Bundesverteidigungsminister Thomas de Maizière hat sich "überrascht" über die Pläne Australiens für einen vorgezogenen Abzug seiner Soldaten aus Afghanistan gezeigt. Ein Abzug noch vor der vereinbarten Frist Ende 2014 berge hohe Risiken für das Land. Das Thema beschäftigt auch ein Treffen der Nato-Außen- und Verteidigungsminister in Brüssel. Generalsekretär Anders Fogh Rasmussen beschwichtigte die Minister: Es sei alles im grünen Bereich, das australische Vorgehen gehörte zur Strategie der Allianz. Er sei ganz und gar "nicht beunruhigt".
Die australische Regierungschefin Julia Gillard hatte den Abzug der 1550 Soldaten ihres Landes schon im kommenden Jahr als "Meilenstein" bezeichnet.

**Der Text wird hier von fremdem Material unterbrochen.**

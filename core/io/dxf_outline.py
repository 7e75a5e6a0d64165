"""A hull outline from a DXF drawing: the layers that hold one, and the outline of one layer.

The outline is the largest closed loop on the chosen layer: a closed LWPOLYLINE or
POLYLINE, a circle, a closed spline or ellipse, or LINE and ARC entities (and open
polylines) whose ends meet within the join tolerance. Arcs and bulges are flattened
so that no chord lies farther than the chord error from its arc; both tolerances are
given in metres and turned into drawing units with the drawing's units.
"""

from __future__ import annotations

from dataclasses import dataclass

import shapely

from core.errors import DrawingError
from core.io.drawing_units import metres_per_unit
from core.io.dxf_geometry import Drawing, LayerShapes, Pt
from core.io.outline_import import (
    ImportedOutline,
    OutlinePlacement,
    drawing_tolerances,
    place_outline,
)
from core.notices import Notice

#: Defaults, m: a chord may stray 10 mm from its arc; ends 5 mm apart are joined.
CHORD_ERROR_M = 0.01
JOIN_TOLERANCE_M = 0.005


@dataclass(frozen=True, slots=True)
class LayerSummary:
    """What a layer offers as an outline: closed loops, open chains, the largest loop."""

    layer: str
    loops: int
    chains: int
    largest_area_m2: float  # 0 when the layer has no loop
    largest_size_m: tuple[float, float]  # extent of the largest loop along drawing x and y
    entities: dict[str, int]

    def words(self) -> str:
        """One line for a list of layers."""
        if self.loops:
            w, h = self.largest_size_m
            more = f"; {self.loops - 1} more" if self.loops > 1 else ""
            return (
                f"{self.layer}: closed outline {w:.1f} m × {h:.1f} m, "
                f"{self.largest_area_m2:.1f} m²{more}"
            )
        if self.chains:
            return f"{self.layer}: {self.chains} open line{'s' if self.chains > 1 else ''}, no closed outline"
        kinds = ", ".join(f"{n} {t}" for t, n in sorted(self.entities.items()))
        return f"{self.layer}: no outline ({kinds})"


def _shapes(
    drawing: Drawing, layer: str, units: str, chord_error_m: float, tolerance_m: float
) -> LayerShapes:
    chord, tol = drawing_tolerances(chord_error_m, tolerance_m, metres_per_unit(units))
    return drawing.shapes(layer, chord, tol)


def _largest(loops: tuple[tuple[Pt, ...], ...]) -> tuple[int, float]:
    areas = [abs(shapely.Polygon(lp).area) if len(lp) >= 3 else 0.0 for lp in loops]
    i = max(range(len(areas)), key=areas.__getitem__)
    return i, areas[i]


def layer_summaries(
    drawing: Drawing,
    units: str,
    chord_error_m: float = CHORD_ERROR_M,
    tolerance_m: float = JOIN_TOLERANCE_M,
) -> tuple[LayerSummary, ...]:
    """Every layer with something on it, with its loops counted (sizes in metres)."""
    k = metres_per_unit(units)
    out: list[LayerSummary] = []
    for layer in drawing.layers():
        s = _shapes(drawing, layer, units, chord_error_m, tolerance_m)
        area, size = 0.0, (0.0, 0.0)
        if s.loops:
            i, a = _largest(s.loops)
            x0, y0, x1, y1 = shapely.Polygon(s.loops[i]).bounds
            area, size = a * k * k, ((x1 - x0) * k, (y1 - y0) * k)
        out.append(
            LayerSummary(layer, len(s.loops), len(s.chains), area, size, drawing.counts(layer))
        )
    return tuple(out)


def likely_layer(summaries: tuple[LayerSummary, ...]) -> str | None:
    """The layer whose largest closed loop is the largest of all (None if none has one)."""
    best = max(summaries, key=lambda s: s.largest_area_m2, default=None)
    return best.layer if best is not None and best.loops else None


def no_outline(drawing: Drawing, s: LayerShapes, units: str) -> DrawingError:
    """The error for a layer without a closed loop, saying what it has instead."""
    gap = s.gap()
    if gap is not None:
        d, a, b = gap
        return DrawingError(
            drawing.source,
            f"the lines do not close into an outline: the nearest open ends are {d:.6g} {units} "
            f"apart, at ({a[0]:.6g}, {a[1]:.6g}) and ({b[0]:.6g}, {b[1]:.6g})",
            layer=s.layer,
        )
    kinds = ", ".join(f"{n} {t}" for t, n in sorted(drawing.counts(s.layer).items()))
    return DrawingError(drawing.source, f"has no closed outline (it holds {kinds})", layer=s.layer)


def import_outline(
    drawing: Drawing,
    layer: str,
    units: str,
    placement: OutlinePlacement | None = None,
    chord_error_m: float = CHORD_ERROR_M,
    tolerance_m: float = JOIN_TOLERANCE_M,
) -> ImportedOutline:
    """The outline on ``layer``, in the hull frame (see :mod:`core.io.outline_import`).

    Raises
    ------
    DrawingError
        The layer does not exist, has no closed loop (naming the nearest open ends when
        lines stop short), or its outline crosses itself.
    """
    s = _shapes(drawing, layer, units, chord_error_m, tolerance_m)
    if not s.loops:
        raise no_outline(drawing, s, units)
    i, _area = _largest(s.loops)
    repaired = drawing.repair_notice()
    notices: list[Notice] = [repaired] if repaired else []
    if len(s.loops) > 1:
        notices.append(
            Notice(
                "other_loops",
                s.layer,
                f"Layer {s.layer} has {len(s.loops)} closed loops; the largest is the outline.",
                "caution",
            )
        )
    for x, y in s.branches[:3]:
        notices.append(
            Notice(
                "lines_branch",
                s.layer,
                f"Three or more line ends meet at ({x:.6g}, {y:.6g}) {units} on layer {s.layer}: "
                "check the outline follows the hull there.",
            )
        )
    if s.skipped:
        kinds = ", ".join(f"{n} {t}" for t, n in s.skipped)
        notices.append(
            Notice("not_read", s.layer, f"Not read on layer {s.layer}: {kinds}.", "caution")
        )
    return place_outline(
        s.loops[i],
        metres_per_unit(units),
        placement or OutlinePlacement(),
        chord_error_m,
        source=drawing.source,
        layer=s.layer,
        units=units,
        notices=notices,
    )
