"""The plain case of a file's tugs and placements, read at once.

A plan of thousands of tugs is mostly tugs and placements written as the program writes
them: known keys, names of the plan, numbers within their rules. The readers here take
only that case, each field checked once by its rule (core.model.rules) in the file's
unit, and build the value without checking it again (core.model.checked). Anything else
(a key they do not know, a null, a number out of its range, a working sector, a
capability or headway table) gives :data:`NOT_PLAIN`, and the careful reader in core.io.decode reads
that entry instead: it says what is wrong with the field's path, or reads what is not
plain. Both give the same value for an entry both read (tests/core/test_plain_read.py).

:func:`tugs` and :func:`placements` read a whole list a column at a time
(core.io.columns) when every entry of it is plain, and give the values :func:`tug` and
:func:`placement` give one by one; a list with one entry that is not plain is read
entry by entry.
"""

from __future__ import annotations

import math
from collections.abc import Callable
from itertools import repeat
from typing import Any

from core.frames import bearing_to_angle, bearings_to_angles
from core.io import columns
from core.io.columns import file_bounds
from core.io.fileformat import (
    KN,
    PLACEMENT_OPTIONAL,
    PLACEMENT_REQUIRED,
    TUG_OPTIONAL,
    TUG_REQUIRED,
    num,
)
from core.model import checked, rules
from core.model.tugs import TENSION_WARN_FRACTION

#: What a plain reader gives for a value it does not take.
NOT_PLAIN: Any = object()


def plain_number(rule: rules.Range, nullable: bool = False) -> Callable[[Any], Any]:
    """A reader of one number of the file for ``rule``: a float or an int (not a bool) in the
    file's unit whose SI value keeps ``rule`` gives that SI value; None gives None when
    ``nullable``; anything else gives :data:`NOT_PLAIN`."""
    factor, lo, hi = file_bounds(rule)

    def read(v: Any) -> Any:
        if type(v) is float or (type(v) is int and -1e300 < v < 1e300):
            si = v * factor
            if lo <= si <= hi:
                return si
        elif v is None and nullable:
            return None
        return NOT_PLAIN

    return read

"Was Australien angeht, so hat mich die Mitteilung überrascht", sagte de Maizière. "Mein australischer Kollege hat im Februar noch anderes vorgetragen. Aber das kann uns nicht in unserer Strategie beirren, bis Ende 2014 den Abzug zu organisieren – so zu organisieren, dass dort nachhaltig Erfolge gesichert werden." Die jüngsten Angriffe der radikal-islamischen Taliban in Kabul und anderen afghanischen Städte hätte gezeigt, wie instabil die Lage in dem Land noch immer sei. Ein voreiliger Abzug berge enorme Risiken für Afghanistan.
Umso wichtiger sei es, Afghanistan auch nach 2014 nicht im Stich zu lassen. "Es gibt keine Sicherheit, die nur gestützt ist auf Militär und Polizei", erklärte de Maizière. Die Sicherheit müsse einher gehen mit einer guten Regierungsführung, einem halbwegs korruptionsfreien Land, mit wirtschaftlicher Entwicklung und Bildung für die Menschen.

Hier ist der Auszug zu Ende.